There is always some great excuse for the trashing
of the human freedom that built civilization as we know it. If the state
cannot find one, it is glad to invent one. A population that is ideologically
gullible or afraid for its security can permit government to run roughshod
over people’s rights and liberties, and a government that gains such
power never gives it back on its own. Rights and liberties must be reclaimed
by the people themselves, and the spark that makes this happen is reversing
the conditions that permitted the rise of statism.

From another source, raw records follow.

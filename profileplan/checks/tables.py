"""Does a setpoint table keep the limits, whoever wrote it?"""

from __future__ import annotations

from dataclasses import replace
from typing import TYPE_CHECKING, NamedTuple

import numpy as np

from profileplan.checks.findings import TICK_TOLERANCE, Finding
from profileplan.checks.table_axes import BEFORE, AxisJudge, Held, Window
from profileplan.checks.table_cubics import LONG, refined
from profileplan.checks.table_digits import significant_decimals
from profileplan.checks.table_extremes import Doubt, Extreme, Places, Steps
from profileplan.checks.table_notes import leap_note, notes_on, placed
from profileplan.checks.table_turns import TravelTurns
from profileplan.checks.table_twins import TwinJudge
from profileplan.errors import Fault, InputError
from profileplan.inputs.rules import PERIOD
from profileplan.setpoints.reading import BLOCK, Rows, converted, last_decimals
from profileplan.setpoints.sets import table_files
from profileplan.setpoints.turns import Turns

if TYPE_CHECKING:
    from collections.abc import Callable, Iterable, Iterator, Mapping, Sequence
    from pathlib import Path

    import numpy.typing as npt

    from profileplan.checks.table_axes import Leap
    from profileplan.checks.table_clearance import ClearanceJudge
    from profileplan.inputs import Dialect, Machine
    from profileplan.motion.polynomials import Array
    from profileplan.setpoints import SetpointTable
    from profileplan.setpoints.columns import Sheet
    from profileplan.setpoints.sets import TableFiles

FIRST_ROWS = 1000
"""Rows that tell the period."""

MANY = 0.9
"""Share of rows that a pace must explain."""

REPEATED = 1e-15
"""A step backward in time [s] that stands for none at all: a repeated stamp has it."""

LEAST = 1e-12
"""Time [s] between two rows below which they have the same stamp."""

RARE = 0.01
"""Share of rows in which a column may hold something else than 0 and 1 and is still a signal."""

OF_POSITIONS = (
    "travel, low end",
    "travel, high end",
    "velocity",
    "acceleration",
    "deceleration",
    "jerk",
)
"""What is judged of the positions of a table in memory."""


class TableJudgement(NamedTuple):
    """What a table in a file makes of the requirements.

    ``unjudged``: names of columns that were not judged. ``notes``: what should be known of how the
    others were.
    """

    findings: tuple[Finding, ...]
    unjudged: tuple[str, ...]
    notes: tuple[str, ...] = ()


class Manner(NamedTuple):
    """How a table in a file is to be understood.

    ``dialect``: how it is written; default: as it looks. ``headings``: those of a table that has
    none; or ``columns``: what such a table holds of each axis. ``points``: whether a drive follows
    cubics from row to row; default: where rows are uneven.
    """

    dialect: Dialect | None = None
    headings: Sequence[str] | None = None
    columns: Sequence[str] | None = None
    points: bool | None = None


class Pace(NamedTuple):
    """How the times of a table go on.

    ``period`` [s] from row to row; ``tolerance`` [s] of it; ``even``: whether differences are
    taken by it, or by the times; ``required``: whether times must keep it; ``points``: whether a
    drive follows cubics from row to row.
    """

    period: float
    tolerance: float
    even: bool = True
    required: bool = True
    points: bool = False


def check_table(table: SetpointTable, machine: Machine) -> tuple[Finding, ...]:
    """Judge the positions of a setpoint table by their differences.

    The machine stands before the first row and after the last one. If a motion keeps its limits,
    then so do the first, second and third difference of its positions, divided by the period, its
    square and its cube: each is a mean of the derivative over the rows that it spans. So a
    difference beyond a limit proves that every motion through these positions breaks it.

    Parameters
    ----------
    table : SetpointTable
    machine : Machine

    Returns
    -------
    tuple of Finding
        Axis by axis: travel, velocity, acceleration, deceleration and jerk; then the period.
        Where rounding alone could break a limit the finding is not ``decided``.
    """
    spans = np.diff(table.time)
    period = float(np.median(spans)) if spans.size else machine.setpoints.period
    count = len(machine.axes)
    positions = list(range(1, count + 1))
    steps = Steps(np.ones(count + 1), positions, known=table.position_step)
    axes = [
        AxisJudge(axis, Held(position), steps)
        for axis, position in zip(machine.axes, positions, strict=True)
    ]
    judge = _TableJudge(axes, steps, Pace(period, TICK_TOLERANCE))
    # A table in memory has no lines; its rows are counted from 1.
    numbers = np.column_stack([table.time, table.position])
    judge.see(Rows(np.arange(1, len(numbers) + 1), numbers))
    judge.finish()
    kept = (*OF_POSITIONS, "even period")
    return tuple(
        replace(finding, line=None, first=None)
        for finding in (*judge.findings(), *judge.times())
        if finding.check in kept
    )
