def _tried(rows: Sequence[str], layout: Layout) -> Iterator[list[str]]:
    """Yield the cells of the first rows that have as many as the header."""
    for row in rows:
        try:
            cells = split(row, layout.delimiter)
        except csv.Error:
            continue
        if len(cells) == len(layout.names) and not row.startswith(COMMENT):
            yield [cell.strip() for cell in cells]


def _written(cell: str, decimal: str) -> int:
    """Return how many decimals a number is written with."""
    match = re.fullmatch(rf"[+-]?\d*(?:[{decimal}](\d*))?(?:[eE]([+-]?\d{{1,3}}))?", cell)
    if match is None:
        return 0
    decimals = len(match[1] or "") - int(match[2] or 0)
    return min(max(decimals, 0), MOST_DECIMALS)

The people must lose their gullibility through ideological enlightenment, and
they must lose their sense of fear that the world will fall apart if the
tyrant is not in control.
Part of this process of enlightenment requires an
understanding of what was lost when we gave up liberty, and what can be
gained by reclaiming it. Mises’s book did not
overlook this task, with a pithy description of the traditional classical
liberal vision:
In order to grasp the meaning of this liberal
program we need to imagine a world order in which liberalism is supreme.
Either all the states in it are liberal, or enough are so that when united
they are able to repulse an attack of militarist aggressors. In this liberal
world, or liberal part of the world, there is private property in the means
of production. The working of the market is not hampered by government
interference. There are no trade barriers; men can live and work where they
want. Frontiers are drawn on the maps but they do not hinder the migrations
of men and shipping of commodities. Natives do not enjoy rights that are
denied to aliens. Governments and their servants restrict their activities to
the protection of life, health, and property against fraudulent or violent
aggression. They do not discriminate against foreigners. The courts are
independent and effectively protect everybody against the encroachments of
officialdom. Everyone is permitted to say, to write, and to print what he
likes. Education is not subject to government interference. Governments are
like night-watchmen whom the citizens have entrusted with the task of
handling the police power. The men in office are regarded as mortal men, not
as superhuman beings or as paternal authorities who have the right and duty
to hold the people in tutelage. Governments do not have the power to dictate
to the citizens what language they must use in their daily speech or in what
language they must bring up and educate their children. Administrative organs
and tribunals are bound to use each man's language in dealing with him,
provided this language is spoken in the district by a reasonable number of
residents.
We could add to this beautiful list of traits of a
liberal society. There is no welfare state (and there was not before Bismarck
and FDR).There are no passports (and there were not
before World War I). There are no government identification cards (there were
not before World War II). People can use any currency they want to use
(people could do so before the Civil War). They can accumulate wealth and
pass it on to their children with the full knowledge and expectation that
their children’s children will benefit too (so it was before World War
I). They can innovate in the commercial marketplace without fear of courts,
lawsuits, regulators, taxmen, and the customs house. They can negotiate all
contracts, associate or disassociate, and hire and fire as they see fit. They
do not hear government propaganda piped into stores and other public places.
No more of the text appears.